◆ **Activity**
Establish how many lines in the records below include the word "type"; respond with that number only.

◆ **Given records**

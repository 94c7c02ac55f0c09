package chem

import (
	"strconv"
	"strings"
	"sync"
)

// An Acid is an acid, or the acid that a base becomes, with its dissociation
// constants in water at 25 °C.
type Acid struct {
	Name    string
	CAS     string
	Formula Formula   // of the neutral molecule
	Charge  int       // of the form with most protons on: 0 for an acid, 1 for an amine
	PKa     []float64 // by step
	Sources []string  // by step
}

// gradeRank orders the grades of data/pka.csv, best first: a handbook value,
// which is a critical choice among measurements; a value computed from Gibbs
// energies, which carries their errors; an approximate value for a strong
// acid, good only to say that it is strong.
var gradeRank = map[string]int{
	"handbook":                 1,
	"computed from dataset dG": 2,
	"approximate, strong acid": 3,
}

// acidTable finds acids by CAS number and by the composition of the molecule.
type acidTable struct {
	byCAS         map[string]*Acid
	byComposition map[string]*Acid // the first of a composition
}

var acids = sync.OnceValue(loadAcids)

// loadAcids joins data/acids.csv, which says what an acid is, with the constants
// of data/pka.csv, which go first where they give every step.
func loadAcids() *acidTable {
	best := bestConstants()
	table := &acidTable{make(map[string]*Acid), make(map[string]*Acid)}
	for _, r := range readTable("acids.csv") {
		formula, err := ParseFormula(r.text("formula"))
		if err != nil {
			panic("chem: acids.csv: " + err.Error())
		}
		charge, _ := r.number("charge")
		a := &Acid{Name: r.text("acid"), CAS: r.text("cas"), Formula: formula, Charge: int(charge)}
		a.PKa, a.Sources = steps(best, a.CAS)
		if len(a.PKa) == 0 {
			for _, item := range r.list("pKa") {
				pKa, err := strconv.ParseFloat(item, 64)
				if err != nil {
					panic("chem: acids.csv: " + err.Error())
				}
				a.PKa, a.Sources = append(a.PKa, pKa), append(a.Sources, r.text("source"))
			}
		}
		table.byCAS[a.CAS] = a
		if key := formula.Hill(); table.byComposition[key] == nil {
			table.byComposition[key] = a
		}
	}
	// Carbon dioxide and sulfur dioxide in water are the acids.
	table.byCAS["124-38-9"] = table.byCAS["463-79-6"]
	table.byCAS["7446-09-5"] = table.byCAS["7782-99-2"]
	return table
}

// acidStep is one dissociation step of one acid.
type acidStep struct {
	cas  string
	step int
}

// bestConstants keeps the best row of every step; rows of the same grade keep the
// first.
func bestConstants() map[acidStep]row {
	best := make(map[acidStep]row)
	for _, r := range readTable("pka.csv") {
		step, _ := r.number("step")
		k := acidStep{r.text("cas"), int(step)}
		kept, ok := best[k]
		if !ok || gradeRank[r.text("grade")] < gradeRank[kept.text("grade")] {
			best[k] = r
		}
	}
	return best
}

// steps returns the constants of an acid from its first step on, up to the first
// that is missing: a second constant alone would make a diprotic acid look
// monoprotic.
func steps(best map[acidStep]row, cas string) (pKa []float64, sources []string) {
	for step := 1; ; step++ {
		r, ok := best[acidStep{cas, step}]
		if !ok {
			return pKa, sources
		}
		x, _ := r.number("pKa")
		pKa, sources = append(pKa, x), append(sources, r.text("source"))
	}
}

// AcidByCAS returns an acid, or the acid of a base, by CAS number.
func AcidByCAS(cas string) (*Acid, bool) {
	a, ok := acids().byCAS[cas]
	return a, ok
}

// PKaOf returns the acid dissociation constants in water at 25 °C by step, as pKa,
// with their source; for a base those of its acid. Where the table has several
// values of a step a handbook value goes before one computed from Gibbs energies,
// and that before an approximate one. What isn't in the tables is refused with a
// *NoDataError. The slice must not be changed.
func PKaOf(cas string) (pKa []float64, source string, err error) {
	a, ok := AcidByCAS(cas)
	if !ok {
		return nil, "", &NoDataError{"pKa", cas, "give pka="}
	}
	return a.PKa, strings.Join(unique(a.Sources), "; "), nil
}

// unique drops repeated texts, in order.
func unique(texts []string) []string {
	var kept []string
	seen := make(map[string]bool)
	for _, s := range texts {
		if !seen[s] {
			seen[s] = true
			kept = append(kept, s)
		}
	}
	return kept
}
...
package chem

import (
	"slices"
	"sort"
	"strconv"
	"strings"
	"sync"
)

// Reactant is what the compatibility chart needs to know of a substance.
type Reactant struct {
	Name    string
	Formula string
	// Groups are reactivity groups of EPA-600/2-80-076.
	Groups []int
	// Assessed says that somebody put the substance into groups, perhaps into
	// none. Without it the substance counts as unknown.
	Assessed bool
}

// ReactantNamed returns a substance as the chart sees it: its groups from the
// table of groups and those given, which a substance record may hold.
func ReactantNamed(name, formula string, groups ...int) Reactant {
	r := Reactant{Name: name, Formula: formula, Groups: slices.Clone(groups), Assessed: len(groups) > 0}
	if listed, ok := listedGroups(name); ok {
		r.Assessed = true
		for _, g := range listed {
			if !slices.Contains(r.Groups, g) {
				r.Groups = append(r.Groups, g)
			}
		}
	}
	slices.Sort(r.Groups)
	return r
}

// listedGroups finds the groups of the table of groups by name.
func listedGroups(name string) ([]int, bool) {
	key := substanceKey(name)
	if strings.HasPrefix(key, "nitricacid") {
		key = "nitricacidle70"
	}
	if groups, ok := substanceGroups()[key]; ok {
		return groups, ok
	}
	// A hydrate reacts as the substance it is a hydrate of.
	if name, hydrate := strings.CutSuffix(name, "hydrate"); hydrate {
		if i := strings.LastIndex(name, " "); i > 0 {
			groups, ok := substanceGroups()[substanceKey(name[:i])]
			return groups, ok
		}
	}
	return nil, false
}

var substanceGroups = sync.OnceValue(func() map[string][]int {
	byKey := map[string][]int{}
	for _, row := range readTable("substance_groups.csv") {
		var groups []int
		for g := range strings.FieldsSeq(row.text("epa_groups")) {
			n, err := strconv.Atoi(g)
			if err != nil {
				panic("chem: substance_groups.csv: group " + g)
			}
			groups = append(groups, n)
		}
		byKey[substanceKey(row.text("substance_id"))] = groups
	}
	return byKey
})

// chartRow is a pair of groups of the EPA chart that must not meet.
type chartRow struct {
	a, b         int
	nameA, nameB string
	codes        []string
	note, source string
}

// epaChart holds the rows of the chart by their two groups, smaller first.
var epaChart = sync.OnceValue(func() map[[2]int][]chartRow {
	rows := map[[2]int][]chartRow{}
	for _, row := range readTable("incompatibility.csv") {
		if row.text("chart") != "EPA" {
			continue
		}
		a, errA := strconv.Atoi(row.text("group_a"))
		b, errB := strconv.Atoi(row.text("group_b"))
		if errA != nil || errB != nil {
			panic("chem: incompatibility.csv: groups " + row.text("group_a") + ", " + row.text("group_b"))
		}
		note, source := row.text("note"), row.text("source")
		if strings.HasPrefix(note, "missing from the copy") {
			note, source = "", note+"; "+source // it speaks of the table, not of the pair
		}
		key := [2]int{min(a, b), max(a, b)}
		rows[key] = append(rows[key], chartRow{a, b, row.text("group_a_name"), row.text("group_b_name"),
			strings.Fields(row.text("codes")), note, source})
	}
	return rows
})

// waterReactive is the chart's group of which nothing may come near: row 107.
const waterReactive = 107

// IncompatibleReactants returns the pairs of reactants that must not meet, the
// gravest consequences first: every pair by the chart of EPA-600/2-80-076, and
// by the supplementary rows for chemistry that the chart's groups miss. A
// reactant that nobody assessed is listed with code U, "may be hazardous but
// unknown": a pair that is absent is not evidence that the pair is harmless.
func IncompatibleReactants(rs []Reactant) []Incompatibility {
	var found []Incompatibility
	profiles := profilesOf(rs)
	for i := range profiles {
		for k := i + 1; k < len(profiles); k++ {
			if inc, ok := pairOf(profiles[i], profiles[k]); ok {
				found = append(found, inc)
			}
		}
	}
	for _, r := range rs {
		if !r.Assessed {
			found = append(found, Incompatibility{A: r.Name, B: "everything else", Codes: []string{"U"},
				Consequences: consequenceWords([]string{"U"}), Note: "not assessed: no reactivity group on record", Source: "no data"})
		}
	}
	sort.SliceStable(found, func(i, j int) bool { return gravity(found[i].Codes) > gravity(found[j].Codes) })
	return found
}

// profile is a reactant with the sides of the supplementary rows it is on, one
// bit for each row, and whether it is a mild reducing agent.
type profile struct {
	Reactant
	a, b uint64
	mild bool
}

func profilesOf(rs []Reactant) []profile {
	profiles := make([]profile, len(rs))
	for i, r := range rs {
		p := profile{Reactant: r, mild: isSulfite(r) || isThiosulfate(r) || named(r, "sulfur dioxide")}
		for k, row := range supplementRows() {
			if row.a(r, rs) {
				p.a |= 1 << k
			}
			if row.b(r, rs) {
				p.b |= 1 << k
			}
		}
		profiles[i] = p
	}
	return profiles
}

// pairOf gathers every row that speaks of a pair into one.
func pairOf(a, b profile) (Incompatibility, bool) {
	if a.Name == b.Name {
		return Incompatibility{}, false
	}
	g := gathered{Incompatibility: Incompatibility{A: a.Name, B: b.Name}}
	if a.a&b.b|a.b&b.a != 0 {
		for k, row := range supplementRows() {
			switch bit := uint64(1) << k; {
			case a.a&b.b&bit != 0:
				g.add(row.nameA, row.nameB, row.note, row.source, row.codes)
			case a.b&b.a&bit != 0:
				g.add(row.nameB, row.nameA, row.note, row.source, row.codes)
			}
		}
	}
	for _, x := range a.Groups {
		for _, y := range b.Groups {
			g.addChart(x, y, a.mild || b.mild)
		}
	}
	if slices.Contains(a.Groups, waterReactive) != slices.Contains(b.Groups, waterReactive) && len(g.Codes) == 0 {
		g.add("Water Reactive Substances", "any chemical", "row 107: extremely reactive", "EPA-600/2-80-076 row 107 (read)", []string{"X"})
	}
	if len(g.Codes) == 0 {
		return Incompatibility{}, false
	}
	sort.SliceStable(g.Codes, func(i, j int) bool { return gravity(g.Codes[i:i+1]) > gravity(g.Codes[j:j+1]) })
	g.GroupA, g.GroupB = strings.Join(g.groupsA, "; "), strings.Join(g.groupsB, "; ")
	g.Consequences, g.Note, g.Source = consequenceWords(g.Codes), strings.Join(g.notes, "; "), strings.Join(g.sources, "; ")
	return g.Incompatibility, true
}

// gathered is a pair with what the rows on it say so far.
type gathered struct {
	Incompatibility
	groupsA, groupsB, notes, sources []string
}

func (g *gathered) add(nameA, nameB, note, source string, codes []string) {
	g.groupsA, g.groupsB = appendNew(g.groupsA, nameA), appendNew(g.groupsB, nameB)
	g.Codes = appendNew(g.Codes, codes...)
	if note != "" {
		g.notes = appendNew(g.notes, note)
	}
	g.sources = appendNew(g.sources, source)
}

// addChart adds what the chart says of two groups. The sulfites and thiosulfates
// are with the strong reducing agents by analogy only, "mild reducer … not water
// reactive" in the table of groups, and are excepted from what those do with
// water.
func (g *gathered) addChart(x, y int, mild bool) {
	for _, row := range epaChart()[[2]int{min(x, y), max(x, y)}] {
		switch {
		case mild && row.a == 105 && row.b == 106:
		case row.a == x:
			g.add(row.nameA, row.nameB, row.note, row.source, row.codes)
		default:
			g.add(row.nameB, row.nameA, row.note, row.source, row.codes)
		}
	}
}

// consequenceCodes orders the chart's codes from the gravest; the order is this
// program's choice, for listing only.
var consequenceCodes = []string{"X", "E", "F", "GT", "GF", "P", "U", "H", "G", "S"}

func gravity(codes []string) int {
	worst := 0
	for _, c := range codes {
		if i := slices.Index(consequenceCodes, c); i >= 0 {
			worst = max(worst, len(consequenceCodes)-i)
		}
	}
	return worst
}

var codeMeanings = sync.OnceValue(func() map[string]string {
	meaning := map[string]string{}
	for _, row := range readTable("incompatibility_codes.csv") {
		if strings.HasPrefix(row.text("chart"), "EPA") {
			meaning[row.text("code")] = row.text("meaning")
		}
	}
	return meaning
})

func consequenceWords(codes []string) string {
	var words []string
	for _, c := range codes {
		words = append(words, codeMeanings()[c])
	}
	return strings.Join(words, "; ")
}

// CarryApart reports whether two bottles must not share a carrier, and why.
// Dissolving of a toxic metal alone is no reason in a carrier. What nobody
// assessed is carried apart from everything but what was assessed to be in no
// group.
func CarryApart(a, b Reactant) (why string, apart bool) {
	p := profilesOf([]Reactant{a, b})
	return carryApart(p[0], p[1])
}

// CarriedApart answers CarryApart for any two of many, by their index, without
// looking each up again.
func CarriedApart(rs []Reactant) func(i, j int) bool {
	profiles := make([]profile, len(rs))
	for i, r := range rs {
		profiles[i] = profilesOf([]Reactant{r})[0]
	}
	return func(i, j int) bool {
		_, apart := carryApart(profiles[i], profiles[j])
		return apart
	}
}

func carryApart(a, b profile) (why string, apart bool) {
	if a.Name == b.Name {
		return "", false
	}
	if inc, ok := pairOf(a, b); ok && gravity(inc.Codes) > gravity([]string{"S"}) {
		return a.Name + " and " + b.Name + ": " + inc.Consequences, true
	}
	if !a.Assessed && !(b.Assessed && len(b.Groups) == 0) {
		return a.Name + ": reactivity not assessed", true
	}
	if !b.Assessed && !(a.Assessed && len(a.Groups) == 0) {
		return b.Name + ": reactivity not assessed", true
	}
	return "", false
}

◆ **Task response**
7